* [What the task asks]:
Among the lines of the records, count those containing the word "updated", then give the number alone.

* [Source data]:
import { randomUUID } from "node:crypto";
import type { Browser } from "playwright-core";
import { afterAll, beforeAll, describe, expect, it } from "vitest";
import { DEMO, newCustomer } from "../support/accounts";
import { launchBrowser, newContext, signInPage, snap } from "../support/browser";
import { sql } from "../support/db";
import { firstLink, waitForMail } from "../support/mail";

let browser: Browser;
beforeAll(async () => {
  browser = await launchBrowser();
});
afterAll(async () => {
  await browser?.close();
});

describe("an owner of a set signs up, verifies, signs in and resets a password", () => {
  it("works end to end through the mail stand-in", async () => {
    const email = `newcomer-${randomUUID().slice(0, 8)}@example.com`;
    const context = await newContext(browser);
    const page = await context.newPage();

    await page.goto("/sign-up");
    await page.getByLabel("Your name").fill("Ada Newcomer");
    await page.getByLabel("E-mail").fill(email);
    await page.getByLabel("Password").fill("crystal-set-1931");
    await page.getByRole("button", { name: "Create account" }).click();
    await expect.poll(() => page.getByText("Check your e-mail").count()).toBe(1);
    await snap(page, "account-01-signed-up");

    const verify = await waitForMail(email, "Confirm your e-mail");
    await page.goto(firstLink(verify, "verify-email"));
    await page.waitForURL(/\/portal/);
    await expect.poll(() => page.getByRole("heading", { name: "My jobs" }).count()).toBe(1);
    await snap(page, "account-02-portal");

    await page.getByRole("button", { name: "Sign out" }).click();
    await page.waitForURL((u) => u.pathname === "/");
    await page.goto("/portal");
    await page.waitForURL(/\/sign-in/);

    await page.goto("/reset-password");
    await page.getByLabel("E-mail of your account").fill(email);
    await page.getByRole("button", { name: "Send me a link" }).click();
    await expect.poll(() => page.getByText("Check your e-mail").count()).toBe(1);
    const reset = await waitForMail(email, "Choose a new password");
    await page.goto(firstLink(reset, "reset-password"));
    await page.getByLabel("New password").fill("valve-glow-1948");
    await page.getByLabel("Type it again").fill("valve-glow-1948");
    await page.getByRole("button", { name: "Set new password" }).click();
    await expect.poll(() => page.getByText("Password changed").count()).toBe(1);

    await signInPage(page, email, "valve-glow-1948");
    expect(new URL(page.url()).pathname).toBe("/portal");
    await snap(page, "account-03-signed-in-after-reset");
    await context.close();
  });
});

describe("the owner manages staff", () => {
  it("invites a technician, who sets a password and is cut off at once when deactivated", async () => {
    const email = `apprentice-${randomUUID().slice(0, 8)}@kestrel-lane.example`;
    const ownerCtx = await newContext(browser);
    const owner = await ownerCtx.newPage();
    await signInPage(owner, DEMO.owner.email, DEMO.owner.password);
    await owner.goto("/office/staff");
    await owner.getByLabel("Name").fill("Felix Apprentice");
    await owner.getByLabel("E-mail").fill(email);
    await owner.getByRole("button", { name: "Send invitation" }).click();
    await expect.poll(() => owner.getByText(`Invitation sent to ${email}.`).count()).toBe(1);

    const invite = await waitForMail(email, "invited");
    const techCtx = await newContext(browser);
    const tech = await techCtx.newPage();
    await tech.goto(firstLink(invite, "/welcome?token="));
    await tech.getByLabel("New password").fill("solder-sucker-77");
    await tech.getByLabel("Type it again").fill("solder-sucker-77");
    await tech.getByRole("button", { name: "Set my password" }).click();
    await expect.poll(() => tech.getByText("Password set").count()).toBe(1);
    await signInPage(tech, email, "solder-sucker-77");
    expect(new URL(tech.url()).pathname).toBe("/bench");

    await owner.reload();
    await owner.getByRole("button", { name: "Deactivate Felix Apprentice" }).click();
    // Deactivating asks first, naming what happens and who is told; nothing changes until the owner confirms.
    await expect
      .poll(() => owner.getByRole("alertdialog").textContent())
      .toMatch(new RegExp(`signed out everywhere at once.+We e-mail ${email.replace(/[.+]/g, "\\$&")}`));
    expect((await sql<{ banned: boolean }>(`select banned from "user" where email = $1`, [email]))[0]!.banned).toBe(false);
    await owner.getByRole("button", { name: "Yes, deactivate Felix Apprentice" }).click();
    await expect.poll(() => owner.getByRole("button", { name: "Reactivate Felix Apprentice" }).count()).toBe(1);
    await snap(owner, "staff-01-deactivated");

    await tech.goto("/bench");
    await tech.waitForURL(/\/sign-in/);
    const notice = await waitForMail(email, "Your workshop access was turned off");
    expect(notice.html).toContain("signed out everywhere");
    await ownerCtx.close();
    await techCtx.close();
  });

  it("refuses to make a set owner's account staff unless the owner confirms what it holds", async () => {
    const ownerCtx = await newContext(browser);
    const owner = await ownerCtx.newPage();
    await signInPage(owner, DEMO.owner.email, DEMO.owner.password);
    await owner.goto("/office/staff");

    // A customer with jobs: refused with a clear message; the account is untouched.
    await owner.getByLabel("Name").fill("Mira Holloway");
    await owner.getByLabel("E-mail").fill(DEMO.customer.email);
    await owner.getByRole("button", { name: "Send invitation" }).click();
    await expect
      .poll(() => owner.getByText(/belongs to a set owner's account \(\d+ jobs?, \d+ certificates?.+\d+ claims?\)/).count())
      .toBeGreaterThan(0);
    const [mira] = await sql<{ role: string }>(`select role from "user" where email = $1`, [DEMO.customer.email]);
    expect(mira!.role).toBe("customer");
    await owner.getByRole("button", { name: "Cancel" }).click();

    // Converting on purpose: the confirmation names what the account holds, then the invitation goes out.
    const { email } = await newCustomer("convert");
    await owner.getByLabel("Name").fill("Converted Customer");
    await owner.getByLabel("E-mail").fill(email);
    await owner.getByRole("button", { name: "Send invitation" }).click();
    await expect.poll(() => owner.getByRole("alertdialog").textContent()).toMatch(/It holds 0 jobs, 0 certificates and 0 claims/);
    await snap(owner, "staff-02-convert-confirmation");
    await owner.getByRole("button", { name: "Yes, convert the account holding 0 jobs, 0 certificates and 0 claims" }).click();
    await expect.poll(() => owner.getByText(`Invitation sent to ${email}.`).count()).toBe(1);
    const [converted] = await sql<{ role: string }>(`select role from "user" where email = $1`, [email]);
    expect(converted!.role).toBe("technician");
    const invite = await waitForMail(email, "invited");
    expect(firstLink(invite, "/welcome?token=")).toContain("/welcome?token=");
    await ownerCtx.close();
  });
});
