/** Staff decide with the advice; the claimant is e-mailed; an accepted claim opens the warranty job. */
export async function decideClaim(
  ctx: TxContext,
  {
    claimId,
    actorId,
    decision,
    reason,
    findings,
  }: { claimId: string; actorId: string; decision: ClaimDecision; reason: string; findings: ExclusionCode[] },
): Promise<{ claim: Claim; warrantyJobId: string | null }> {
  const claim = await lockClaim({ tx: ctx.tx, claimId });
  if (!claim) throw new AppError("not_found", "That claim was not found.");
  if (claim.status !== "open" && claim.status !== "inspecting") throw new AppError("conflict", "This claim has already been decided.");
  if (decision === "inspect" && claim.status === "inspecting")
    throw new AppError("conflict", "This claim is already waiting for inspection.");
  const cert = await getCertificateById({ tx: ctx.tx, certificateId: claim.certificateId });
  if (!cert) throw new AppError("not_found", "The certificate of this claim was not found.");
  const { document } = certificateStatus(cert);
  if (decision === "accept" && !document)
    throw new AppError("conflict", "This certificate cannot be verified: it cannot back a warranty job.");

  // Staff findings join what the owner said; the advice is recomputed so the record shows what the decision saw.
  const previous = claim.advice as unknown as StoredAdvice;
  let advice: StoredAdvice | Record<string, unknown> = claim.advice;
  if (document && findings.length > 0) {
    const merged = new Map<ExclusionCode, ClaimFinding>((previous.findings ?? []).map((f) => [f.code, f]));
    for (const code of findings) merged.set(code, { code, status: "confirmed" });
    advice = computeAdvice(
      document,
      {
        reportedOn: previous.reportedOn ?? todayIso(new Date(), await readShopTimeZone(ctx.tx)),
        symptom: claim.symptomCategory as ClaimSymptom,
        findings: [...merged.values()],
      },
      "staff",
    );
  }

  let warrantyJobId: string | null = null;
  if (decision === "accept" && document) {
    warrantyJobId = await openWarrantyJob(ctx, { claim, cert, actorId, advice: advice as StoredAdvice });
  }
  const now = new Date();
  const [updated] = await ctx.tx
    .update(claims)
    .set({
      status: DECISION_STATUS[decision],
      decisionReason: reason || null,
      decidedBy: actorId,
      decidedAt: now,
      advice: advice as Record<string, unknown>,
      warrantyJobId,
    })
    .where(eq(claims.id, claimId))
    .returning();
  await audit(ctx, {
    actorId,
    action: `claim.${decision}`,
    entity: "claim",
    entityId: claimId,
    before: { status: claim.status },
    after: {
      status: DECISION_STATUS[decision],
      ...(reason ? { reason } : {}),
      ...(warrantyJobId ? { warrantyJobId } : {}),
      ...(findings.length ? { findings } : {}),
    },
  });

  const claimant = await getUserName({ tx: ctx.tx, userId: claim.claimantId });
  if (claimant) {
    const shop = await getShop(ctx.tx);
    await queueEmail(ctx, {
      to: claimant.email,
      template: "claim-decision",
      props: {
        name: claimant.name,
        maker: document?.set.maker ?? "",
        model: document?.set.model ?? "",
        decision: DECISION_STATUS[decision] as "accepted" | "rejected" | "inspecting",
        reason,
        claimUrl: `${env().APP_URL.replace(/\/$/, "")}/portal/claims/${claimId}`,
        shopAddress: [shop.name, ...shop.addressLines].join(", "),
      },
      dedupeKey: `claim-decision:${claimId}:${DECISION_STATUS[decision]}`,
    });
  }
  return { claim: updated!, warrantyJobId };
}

* [Answer box]:
2